Schwierigkeit: Grundsätzlich kann jeder, der fit ist, bei Sommer-Bedingungen über den Normalweg auf den Ben Nevis steigen. Technisch leicht, liegt, wenn der Berg schneefrei ist, die einzige sportliche Herausforderung darin, dass man quasi vom Meeresspiegel-Niveau auf den Gipfel steigt und damit mehr als 1.300 Höhenmeter überwindet. Wem das zu viel erscheint, der darf sich auf etwa der Hälfte des Wegs auf ein alternatives Tourenziel freuen. In einer Senke befindet sich der Lochan Meall an t-Suidhe; auch „Half Way Loch“ genannt. Ideal für ein Picknick am Seeufer.
Dauer: Wer einigermaßen gut zu Fuß ist, wird reine (normale) Gehzeit etwa 5,5 Stunden benötigen, bis er wieder im Tal ist. Trailrunner sind natürlich schneller. Wer langsam ist, muss auch bis zu zehn Stunden rechnen.

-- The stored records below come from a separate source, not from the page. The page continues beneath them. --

"""Undo: the last entry that stands is taken back, in words, and no plate moves by it."""

from __future__ import annotations

from collections.abc import Callable

import pytest

from app.desk.attempts import declare
from app.desk.bar import bar_is_not_loaded
from app.desk.equipment import LiftWish, save_lifts, save_plates, save_tools, stock_seen
from app.desk.errors import NotAllowedNow, SomebodyWasFirst
from app.desk.roster import import_roster
from app.desk.undo import undo
from app.meet.model import Result
from app.meet.platform import Condition
from tests.cast import ADA, BO, FLIGHT_A, FLIGHT_B, OLGA, SQUAT, WANDA, Hall, kg, stack
from tests.desk.checks import Rows, changes, check_board, refused, rows
from tests.desk.forms import plate_rows, tool_rows

FIRST = stack(25, 10, "2.5")
IRON = ("condition", "bar", "hand", "implement_id")


def take_back(hall: Hall) -> str:
    """Undoes what the page offers to undo."""
    offered = hall.board().undo
    return undo(hall.desk, hall.platform_id, offered.id if offered else None, who=WANDA)


def entered(hall: Hall) -> Rows:
    """What people entered: every row without the iron and without what undo itself counts and signs."""
    found = rows(hall.desk.engine)
    for (table, _), row in found.items():
        for column in IRON if table == "platform" else ("version",):
            row.pop(column, None)
    return found


def without_ten(hall: Hall) -> None:
    now = hall.picture()
    kept = [row for row in plate_rows(now) if row["face"] != "10"]
    save_plates(hall.desk, hall.platform_id, kept, stock_seen(now.stock, now.tools), who=OLGA)


def with_fifty(hall: Hall) -> None:
    now = hall.picture()
    fifty = {"face": "50", "count": "2", "thickness": "27", "diameter": "450", "colour": "#2e7d32"}
    save_plates(
        hall.desk, hall.platform_id, [*plate_rows(now), fifty], stock_seen(now.stock, now.tools), who=OLGA
    )


def with_spare_bar(hall: Hall) -> None:
    now = hall.picture()
    spare = {"id": "", "name": "Spare", "kind": "bar", "mass": "15"}
    save_tools(
        hall.desk, hall.platform_id, [*tool_rows(now), spare], stock_seen(now.stock, now.tools), who=OLGA
    )


def in_fives(hall: Hall) -> None:
    lift = hall.lift_id(SQUAT)
    wish = LiftWish(lift, str(hall.picture().tools[0].id), "5", "2", "mass", "worst")
    save_lifts(hall.desk, hall.platform_id, [wish], who=OLGA)


ENTRIES: dict[str, Callable[[Hall], object]] = {
    "a declaration": lambda hall: hall.declare(BO, 2, "120"),
    "a changed declaration": lambda hall: hall.declare(BO, 1, "112.5"),
    "a good lift": lambda hall: hall.judge(ADA, 1, Result.GOOD),
    "a pass": lambda hall: hall.judge(BO, 3, Result.PASSED),
    "another flight": lambda hall: hall.bring(FLIGHT_B, SQUAT),
    "plates taken out": without_ten,
    "plates brought": with_fifty,
    "another bar": with_spare_bar,
    "settings of a lift": in_fives,
}


@pytest.mark.parametrize("entry", ENTRIES.values(), ids=list(ENTRIES))
def test_every_kind_of_entry_is_taken_back_whole_and_no_plate_moves(hall: Hall, entry) -> None:
    before = entered(hall)
    entry(hall)
    what, bar = hall.journal()[-1].what, hall.picture().bar
    assert entered(hall) != before
    assert take_back(hall) == f"Undone: {what}."
    assert entered(hall) == before
    assert hall.picture().bar.carries == bar.carries
    assert hall.picture().bar.hand == bar.hand
    assert hall.journal()[-1].what == f"undone: {what}"
    assert hall.journal()[-1].undoes == hall.journal()[-2].id
    check_board(hall.board())


def test_an_undo_asks_the_crew_when_another_bar_is_wanted_now(hall: Hall) -> None:
    hall.judge(ADA, 1, Result.GOOD)
    assert hall.board().ask is False
    take_back(hall)
    assert hall.board().ask is True
    up = hall.board().up
    assert up is not None
    assert (up.lifter.name, up.weight) == (ADA, kg(100))


def test_entries_are_taken_back_one_after_another_and_undos_are_not_undone(hall: Hall) -> None:
    start = entered(hall)
    hall.declare(BO, 2, "120")
    middle = entered(hall)
    hall.declare(BO, 3, "130")
    assert take_back(hall) == "Undone: Bo Carver: Squat, 3rd declared at 130."
    assert entered(hall) == middle
    assert take_back(hall) == "Undone: Bo Carver: Squat, 2nd declared at 120."
    assert entered(hall) == start
    assert take_back(hall) == "Undone: Hall: Flight A, Squat."
    with refused(hall, NotAllowedNow, "There is nothing to undo."):
        take_back(hall)


def test_an_entry_after_an_undo_is_the_next_to_be_taken_back(hall: Hall) -> None:
    hall.declare(BO, 2, "120")
    take_back(hall)
    hall.declare(BO, 2, "125")
    assert take_back(hall) == "Undone: Bo Carver: Squat, 2nd declared at 125."


def test_what_the_crew_said_about_the_iron_is_not_offered_for_undo(hall: Hall) -> None:
    hall.declare(BO, 2, "120")
    hall.load()
    bar_is_not_loaded(hall.desk, hall.platform_id, who=WANDA)
    offered = hall.board().undo
    assert offered is not None
    assert offered.what == "Bo Carver: Squat, 2nd declared at 120"


def test_the_undo_that_was_seen_is_done_and_no_other(hall: Hall) -> None:
    hall.declare(BO, 2, "120")
    seen = hall.board().undo
    assert seen is not None
    hall.declare(BO, 3, "130")
    told = "Somebody made another entry since: “Bo Carver: Squat, 3rd declared at 130”. Look before you undo."
    with refused(hall, SomebodyWasFirst, told):
        undo(hall.desk, hall.platform_id, seen.id, who=WANDA)


def test_undo_pressed_twice_takes_back_one_entry(hall: Hall) -> None:
    hall.declare(BO, 2, "120")
    hall.declare(BO, 3, "130")
    seen = hall.board().undo
    assert seen is not None
    undo(hall.desk, hall.platform_id, seen.id, who=WANDA)
    told = "Somebody made another entry since: “Bo Carver: Squat, 2nd declared at 120”. Look before you undo."
    with refused(hall, SomebodyWasFirst, told):
        undo(hall.desk, hall.platform_id, seen.id, who=WANDA)


def test_an_entry_whose_attempt_was_changed_since_is_not_taken_back(hall: Hall) -> None:
    """The roster is an entry of the meet, not of the platform, so the platform's last entry is older than it."""
    hall.declare(BO, 1, "112.5")
    import_roster(
        hall.desk, hall.meet_id, "name,lot,flight,Squat opener\nBo Carver,1,Flight A,115\n", who=OLGA
    )
    told = "“Bo Carver: Squat, 1st declared at 112.5 (was 110)” cannot be undone: it has been changed again since."
    with refused(hall, NotAllowedNow, told):
        take_back(hall)


def test_a_form_made_before_an_undo_is_told_so(hall: Hall) -> None:
    """Versions count on: else a page from before the undone entry would pass for a fresh one."""
    hall.declare(BO, 2, "120")
    old = hall.seen(BO, 2)
    take_back(hall)
    assert hall.attempt(BO, 2).version == old.version + 1
    with pytest.raises(SomebodyWasFirst):
        declare(hall.desk, hall.platform_id, old, "125", who=WANDA)


def test_an_undo_does_not_change_the_weight_of_a_bar_with_a_lifter_under_it(hall: Hall) -> None:
    """Undo of Ada's 105 gave the crew a new change for 100 while she stood under the bar."""
    hall.declare(ADA, 1, "105")
    hall.load()  # of the 100 first shown: the crew had not heard yet
    hall.load()
    assert hall.picture().bar.condition is Condition.LIFTING
    told = (
        "The bar is loaded for Ada Brook at 105. Nothing may change on it now; "
        "take “bar is loaded” back first if it is a mistake."
    )
    with refused(hall, NotAllowedNow, told):
        take_back(hall)
    hall.judge(ADA, 1, Result.GOOD)


def test_an_undo_of_the_lift_before_leaves_the_loaded_bar_to_its_lifter(hall: Hall) -> None:
    hall.lift(ADA, 1)
    hall.load()
    bar = hall.picture().bar
    take_back(hall)
    assert hall.picture().bar == bar
    up = hall.board().up
    assert up is not None
    assert up.lifter.name == BO


def test_plates_taken_out_come_back_though_another_platform_brought_some_meanwhile(
    halls: tuple[Hall, Hall],
) -> None:
    """The row of the last plate was taken out, its number was given to a plate of the other platform, and the
    undo failed on it."""
    hall, other = halls
    now = other.picture()
    save_plates(
        other.desk, other.platform_id, plate_rows(now)[:-1], stock_seen(now.stock, now.tools), who=OLGA
    )
    with_fifty(hall)
    take_back(other)
    assert other.picture().stock == now.stock


def test_an_undo_leaves_the_other_platform_alone(halls: tuple[Hall, Hall]) -> None:
    hall, other = halls
    before = other.picture()
    hall.declare(BO, 2, "120")
    take_back(hall)
    assert other.picture() == before
    assert hall.picture().flight_id == hall.flight_id(FLIGHT_A)


def test_taking_back_a_declaration_in_hand_asks_the_crew(hall: Hall) -> None:
    hall.lift(ADA, 1)
    for name in (BO, "Cleo Dahl"):
        hall.lift(name, 1)
    hall.declare(ADA, 2, "105")
    with changes(
        hall, {("attempt", hall.attempt(ADA, 2).id): {"weight", "version", "entered_by", "entered_at"}}
    ):
        take_back(hall)
    assert hall.board().ask is True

Gefahren: Der Weg auf den Ben Nevis ist zwar ummarkiert, aber bei sommerlichen Bedingungen an und für sich nicht zu verfehlen. Probleme können bei – mitunter sehr schnell aufziehendem – Nebel entstehen. Vor allem auf dem weiten Gipfelplateau, wo der Weg durch Steinpyramiden gekennzeichnet ist. Auf der Nordseite bricht der Ben Nevis mehrere hundert Meter steil ab. Bis in den Sommer hinein kann die Kante stark überwechtet sein. Von daher: Abstand halten. Vor allem an Tagen mit starken Windböen.
Ausrüstung: Feste Schuhe sowie Handschuhe, Mütze und regen- bzw. winddichte Sachen sollten immer dabei sein.